Please use this identifier to cite or link to this item:http://hdl.handle.net/20.500.12105/13206
Bone Marrow Mesenchymal Stem Cells Support Acute Myeloid Leukemia Bioenergetics and Enhance Antioxidant Defense and Escape from Chemotherapy.
Forte, Dorian | Garcia-Fernandez, Maria | Sanchez-Aguilera, Abel CNIC | Stavropoulou, Vaia | Fielding, Claire | Martin-Perez, Daniel CNIC | Lopez, Juan Antonio CNIC | Costa, Ana S H | Tronci, Laura | Nikitopoulou, Efterpi | Barber, Michael | Gallipoli, Paolo | Marando, Ludovica | Fernandez de Castillejo, Carlos Lopez | Tzankov, Alexandar | Dietmann, Sabine | Cavo, Michele | Catani, Lucia | Curti, Antonio | Vazquez, Jesus CNIC | Frezza, Christian | Huntly, Brian J | Schwaller, Juerg | Mendez-Ferrer, Simon CNIC
Cell Metab. 2020; 32(5):829-843
Like normal hematopoietic stem cells, leukemic stem cells depend on their bone marrow (BM) microenvironment for survival, but the underlying mechanisms remain largely unknown.

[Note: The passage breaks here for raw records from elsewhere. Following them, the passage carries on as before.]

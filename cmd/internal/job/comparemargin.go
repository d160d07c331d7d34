package job

import (
	"fmt"
	"math"

	"gatesill/fit"
	"gatesill/fit/compare"
	"gatesill/report"
	"gatesill/store/record"
)

// margin is the largest shift that does not matter, as it is held against a
// candidate.
type margin struct {
	volts float64 // NaN: none
	set   string  // compare.Before, After or None
	text  string  // where it comes from, in words
}

// marginOf settles the margin: the one given, else that stored for the
// candidate's lot, else that of the reference's. It counts as set before only
// where it is a stored one, set earlier than the first reading of the candidate; on
// the day of a reading of which only the date is known it does not. One given on
// the command line that is not the stored one was chosen with the data there, and so
// was one of the idle current when what makes volts of it is newer than these readings.
func marginOf(ref, cand *report.Sheet, rq CompareRequest) (margin, error) {
	m := margin{volts: math.NaN(), set: compare.None}
	stored := []*record.Lot{&cand.Lot, &ref.Lot}
	amount := rq.Margin
	var from *record.Lot
	for _, l := range stored {
		if l.Margin.Unit != "" && (amount.Unit == "" || amount == l.Margin) {
			amount, from = l.Margin, l
			break
		}
	}
	if amount.Unit == "" {
		return m, nil
	}
	volts, how, err := inVolts(ref, amount, rq.Beta, from != nil)
	if err != nil {
		return m, err
	}
	m.volts, m.set = volts, compare.After
	if how != "" {
		how += ", "
	}
	if from == nil {
		m.text = how + "given with --margin"
		return m, nil
	}
	at, of := firstReading(cand)
	when := "after"
	if setBefore(cand, from.MarginSetAt) {
		m.set, when = compare.Before, "before"
	}
	event := map[string]string{
		fromReading: "first reading of lot " + cand.Lot.Name, fromSession: "start of the session of lot " + cand.Lot.Name, fromImport: "import of lot " + cand.Lot.Name,
	}[of]
	m.text = how + fmt.Sprintf("stored with lot %s on %s, %s the %s", from.Name, day(from.MarginSetAt), when, event)
	if d := day(at); d != "" {
		m.text += " on " + d
	}
	if m.set == compare.Before && amount.Unit != "V" {
		if why := lateSize(ref, cand); why != "" {
			m.set = compare.After
			m.text += "; it counts as set after it, because " + why
		}
	}
	return m, nil
}

// lateSize says why the size of a margin of the idle current was open when the first
// reading of the candidate was there, "" where it was not.
func lateSize(ref, cand *report.Sheet) string {
	begun, _ := firstReading(cand)
	switch {
	case ref.IdleCurrent != ref.Part.IdleCurrent.Or(math.NaN()):
		return "the idle current that its size rests on is not that of the part"
	case !setBefore(cand, ref.IdleSetAt):
		return "the idle current that its size rests on was set on " + day(ref.IdleSetAt)
	case math.IsNaN(medianGm(ref)):
		return "its size rests on the gain factor given with --beta"
	}
	for _, m := range newest(ref) {
		if m >= begun {
			return "its size rests on readings of lot " + ref.Lot.Name + " that came no earlier"
		}
	}
	return ""
}

// newest lists for every sweep of a lot behind its transconductance when it was there
// at the latest.
func newest(s *report.Sheet) []string {
	var out []string
	for i := range s.Devices {
		d := s.Devices[i]
		if _, ok := gmOf(&d); !ok {
			continue
		}
		for j := range d.Sweeps {
			one := *s
			one.Devices = []report.Device{{Sweeps: d.Sweeps[j : j+1]}}
			at, _ := firstReading(&one)
			out = append(out, at)
		}
	}
	return out
}

// inVolts turns a margin into a shift of the gate voltage. One of the idle
// current, in percent or amperes, is divided by the transconductance there: the
// median of the reference lot, else √(2·beta·I) of the square law.
func inVolts(ref *report.Sheet, a record.Amount, beta record.Num, stored bool) (volts float64, how string, err error) {
	given := report.AmountWords(a)
	if a.Unit == "V" {
		return a.Value, "", nil
	}
	idle := ref.IdleCurrent
	refuse := func(hint, format string, args ...any) error {
		f := Failure{Code: ExitUsage, Hint: hint, Err: fmt.Errorf(format, args...)}
		if stored {
			f.Code = ExitFailed
		}
		return &f
	}
	if !(idle > 0) {
		return 0, "", refuse("gatesill lot edit "+Quote(ref.Lot.Name)+" --idle-current 250mA, or a margin in volts",
			"margin of %s: lot %q has no idle current that it could be of", given, ref.Lot.Name)
	}
	current := a.Value
	if a.Unit == "%" {
		current = a.Value / 100 * idle
	}
	gm, basis := medianGm(ref), "median of lot "+ref.Lot.Name
	if b, ok := beta.Get(); math.IsNaN(gm) && ok {
		gm, basis = math.Sqrt(2*b*idle), fmt.Sprintf("√(2·beta·I), beta %s", report.FormatGiven(b, "A/V²"))
	}
	if math.IsNaN(gm) {
		return 0, "", refuse("--beta 3.8 gives the gain factor in A/V², or give a margin in volts",
			"margin of %s: no device of lot %q has a transconductance to make volts of it", given, ref.Lot.Name)
	}
	volts = current / gm
	what := given
	if a.Unit == "%" {
		what = fmt.Sprintf("%s of %s = %s", given, report.FormatGiven(idle, "A"), report.FormatGiven(current, "A"))
	}
	return volts, fmt.Sprintf("%s over a g_m of %s at the idle current (%s) is %s", what, report.FormatTwoDigits(gm, "S"), basis, report.FormatTwoDigits(volts, "V")), nil
}

// medianGm is the median transconductance of a lot at its idle current, S; NaN
// where it has none. Devices that were excluded count: a margin must not become
// another by leaving out devices when the readings are there.
func medianGm(s *report.Sheet) float64 {
	var all []float64
	for i := range s.Devices {
		if g, ok := gmOf(&s.Devices[i]); ok {
			all = append(all, g)
		}
	}
	return median(all)
}

// gmOf is the transconductance of a device as far as it counts for a margin.
func gmOf(d *report.Device) (float64, bool) {
	q := d.Result.At(fit.KeyGmIdle)
	faulty := asideOf(d) != "" && d.State() != fit.Excluded
	return q.Value, q.Value > 0 && d.Role != record.Control && !faulty
}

We have studied the contribution of nestin+ BM mesenchymal stem cells (BMSCs) to MLL-AF9-driven acute myeloid leukemia (AML) development and chemoresistance in vivo. Unlike bulk stroma, nestin+ BMSC numbers are not reduced in AML, but their function changes to support AML cells, at the expense of non-mutated hematopoietic stem cells (HSCs). Nestin+ cell depletion delays leukemogenesis in primary AML mice and selectively decreases AML, but not normal, cells in chimeric mice. Nestin+ BMSCs support survival and chemotherapy relapse of AML through increased oxidative phosphorylation, tricarboxylic acid (TCA) cycle activity, and glutathione (GSH)-mediated antioxidant defense. Therefore, AML cells co-opt energy sources and antioxidant defense mechanisms from BMSCs to survive chemotherapy.